Już przegrana z Manchesterem United i roztrwonienie przewagi w dwumeczu Ligi Mistrzów była dla paryżan szokiem. Później nadeszły tak nieprawdopodobne wyniki, jak 1:5 z Lille i odsuwana przez kilka tygodni feta mistrzowska. Idealnym podsumowaniem całego tego sezonu w wykonaniu zespołu Paris Saint Germain była prestiżowa porażka w finale pucharu.
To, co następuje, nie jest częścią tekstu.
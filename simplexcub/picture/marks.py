"""Nodes as marks whose areas are proportional to the weights, orbits told apart by shape and colour."""

from __future__ import annotations

from collections.abc import Sequence

import numpy as np
from matplotlib.axes import Axes
from matplotlib.collections import PathCollection
from matplotlib.transforms import IdentityTransform

from simplexcub.picture import style
from simplexcub.picture.orbits import Group
from simplexcub.picture.style import FloatArray

_FARTHEST = 0.65  # how far the colour of the farthest node is moved towards paper


def put(
    axes: Axes,
    points: FloatArray,
    weights: FloatArray,
    orbits: Sequence[Group],
    scale: float,
    *,
    depth: FloatArray | None = None,
) -> None:
    """Draw nodes.

    Parameters
    ----------
    axes : Axes
    points : ndarray, shape (M, 2)
    weights : ndarray, shape (M,)
        A mark has the area `scale` · \\|weight|; a negative one is crossed out.
    orbits : sequence of Group
    scale : float
        Square points per unit of weight.
    depth : ndarray, shape (M,), optional
        From 0, near, to 1, far: far nodes are paler and lie below near ones. Without it small marks lie on large ones.
    """
    owner = {i: k for k, orbit in enumerate(orbits) for i in orbit.nodes}
    order = np.argsort(-np.abs(weights) if depth is None else -depth, kind="stable")
    away = np.zeros(len(weights)) if depth is None else _FARTHEST * depth
    looks = [style.mark(owner[int(i)]) for i in order]
    area = scale * np.abs(weights[order])
    axes.add_collection(
        PathCollection(
            [style.outline(shape) for shape, _ in looks],
            sizes=area,
            offsets=points[order],
            offset_transform=axes.transData,
            transform=IdentityTransform(),
            facecolors=[
                style.blend(colour if weights[i] >= 0 else style.PAPER, float(away[i]))
                for i, (_, colour) in zip(order, looks, strict=True)
            ],
            edgecolors=[style.blend(style.INK, float(away[i])) for i in order],
            linewidths=0.6,
            zorder=3,
            clip_on=False,
        ),
        autolim=False,
    )
    negative = order[weights[order] < 0]
    if negative.size:
        x, y = points[negative].T
        size = scale * np.abs(weights[negative])
        axes.scatter(x, y, s=size, marker="x", c=style.INK, linewidths=0.6, zorder=4, clip_on=False)
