"""Which nodes of a rule belong together, and how the orbits are named in a legend."""

from __future__ import annotations

from collections.abc import Sequence
from decimal import Decimal
from typing import NamedTuple

import numpy as np

from simplexcub.errors import InputError
from simplexcub.measures import Dirichlet
from simplexcub.measures.ordered import Ordered
from simplexcub.picture.style import FloatArray
from simplexcub.rule import Rule
from simplexcub.symmetry import named_group
from simplexcub.table.sheet import letters

_WRITTEN_OUT = 6


class Group(NamedTuple):
    """An orbit: the indices of its nodes, its weight, and its name."""

    nodes: list[int]
    weight: float
    name: str


def on_chamber(rule: Rule) -> bool:
    """Whether nodes are ordered spectra, largest component first."""
    return rule.space != "all" or isinstance(rule.measure, Ordered)


def node_orbits(rule: Rule) -> list[Group]:
    """The orbits of the rule's symmetry, in the order in which they appear; single nodes where there is none."""
    keys: dict[object, list[int]] = {}
    for k, key in enumerate(_keys(rule)):
        keys.setdefault(key, []).append(k)
    return [Group(nodes, float(rule.weights[nodes].sum()), _name(rule, nodes)) for nodes in keys.values()]


def _keys(rule: Rule) -> Sequence[object]:
    if on_chamber(rule):
        return range(len(rule))
    if rule.symmetry == "full":
        return [tuple(sorted(node)) for node in rule.node_decimals]
    alpha = rule.measure.alpha if isinstance(rule.measure, Dirichlet) else ()
    try:
        elements = named_group(rule.symmetry, rule.measure.N, alpha).elements
    except InputError:  # a name that a foreign table brought
        return range(len(rule))
    return [min(tuple(node[i] for i in g) for g in elements) for node in rule.node_decimals]


def _name(rule: Rule, nodes: list[int]) -> str:
    """Which components are equal, as in a a b, and how many nodes there are."""
    times = f" ×{len(nodes)}" if len(nodes) > 1 else ""
    return f"{pattern_word(rule.nodes[nodes[0]])}{times}"


def pattern_word(node: FloatArray) -> str:
    """Which components of a node are equal, as a formula.

    Examples
    --------
    >>> pattern_word(np.array([0.25, 0.5, 0.25]))
    '$a\\\\,b\\\\,a$'
    """
    values = node.tolist()
    distinct = list(dict.fromkeys(values))
    names = dict(zip(distinct, letters(len(distinct)), strict=True))
    if len(values) <= _WRITTEN_OUT:
        word = r"\,".join(names[x] for x in values)
    elif len(distinct) <= _WRITTEN_OUT:
        word = r"\,".join(f"{name}^{{{values.count(x)}}}" for x, name in names.items())
    else:
        word = rf"a_1\dots a_{{{len(distinct)}}}"
    return f"${word}$"


def chamber_coordinates(spectra: FloatArray) -> FloatArray:
    """Barycentric coordinates b_k = k (λ_k − λ_{k+1}) in the chamber with vertices (1/k, …, 1/k, 0, …, 0).

    Examples
    --------
    >>> chamber_coordinates(np.array([[0.5, 0.5, 0.0]])).tolist()
    [[0.0, 1.0, 0.0]]
    """
    n = spectra.shape[1]
    after = np.hstack([spectra[:, 1:], np.zeros((len(spectra), 1))])
    coordinates: FloatArray = np.arange(1, n + 1) * (spectra - after)
    return coordinates


def chamber_points(coordinates: FloatArray) -> FloatArray:
    """The spectra with the given chamber coordinates; the inverse of `chamber_coordinates`."""
    n = coordinates.shape[1]
    parts = coordinates / np.arange(1, n + 1)
    spectra: FloatArray = np.cumsum(parts[:, ::-1], axis=1)[:, ::-1]
    return spectra


def sorted_profiles(rule: Rule) -> list[tuple[FloatArray, float, int]]:
    """The different sorted nodes, largest component first, with their weight and number of nodes."""
    found: dict[tuple[str, ...], list[int]] = {}
    for k, node in enumerate(rule.node_decimals):
        found.setdefault(tuple(sorted(node, key=Decimal, reverse=True)), []).append(k)
    return [
        (np.array([float(x) for x in profile]), float(rule.weights[nodes].sum()), len(nodes))
        for profile, nodes in found.items()
    ]
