describe('refusals and single members', () => {
  it('a variable that does not run, one term, a constant first term', () => {
    const plain = expansion(ADLER, a, { power: 1 });
    for (const p of [fac, pms, blm]) {
      expect(refused(p, plain).reason).toContain('does not run');
      refused(p, adler(1));
      refused(p, { ...adler(3), power: 0 });
    }
  });
  it('a scale below the Landau pole', () => {
    const e = { ...adler(2), coefficients: [exact(1), exact(60)] };
    const found = outcomes(fac, e).find((o) => o.variant.startsWith('scale'));
    expect(found?.kind === 'refusal' && found.reason.includes('Landau')).toBe(true);
  });
  it('one member alone is the value of the whole list, without an error', () => {
    for (const p of [fac, pms]) {
      for (const whole of outcomes(p, adler(3)).filter((o): o is Sum => o.kind === 'sum')) {
        const alone: readonly Outcome[] = p.apply(adler(3), growthOf(adler(3)), { digits: 20, only: whole.variant });
        expect(alone).toHaveLength(1);
        const [only] = alone;
        if (only?.kind !== 'sum') expect.fail('no sum');
        expect(R.overlaps(only.value, whole.value)).toBe(true);
        expect(only.truncation).toBeUndefined();
      }
    }
  });
});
Po 90 minutach w meczu pomiędzy Rennes i PSG było 2-2. Już sam fakt dogrywki musiał być dla PSG ciosem, ponieważ zespół ten po 21 minutach prowadził dwoma golami. Jednego z nich zdobył Dani Alves, drugiego dołożył właśnie Neymar. Przeciwnikom pomógł jednak samobój Presnela Kimpembe oraz gol Mexera w 66 minucie. W karny Neymar znów trafił, ale przy wyniku 605 spudłował jego kolega z drużyny i to Rennes mogło cieszyć się trofeum.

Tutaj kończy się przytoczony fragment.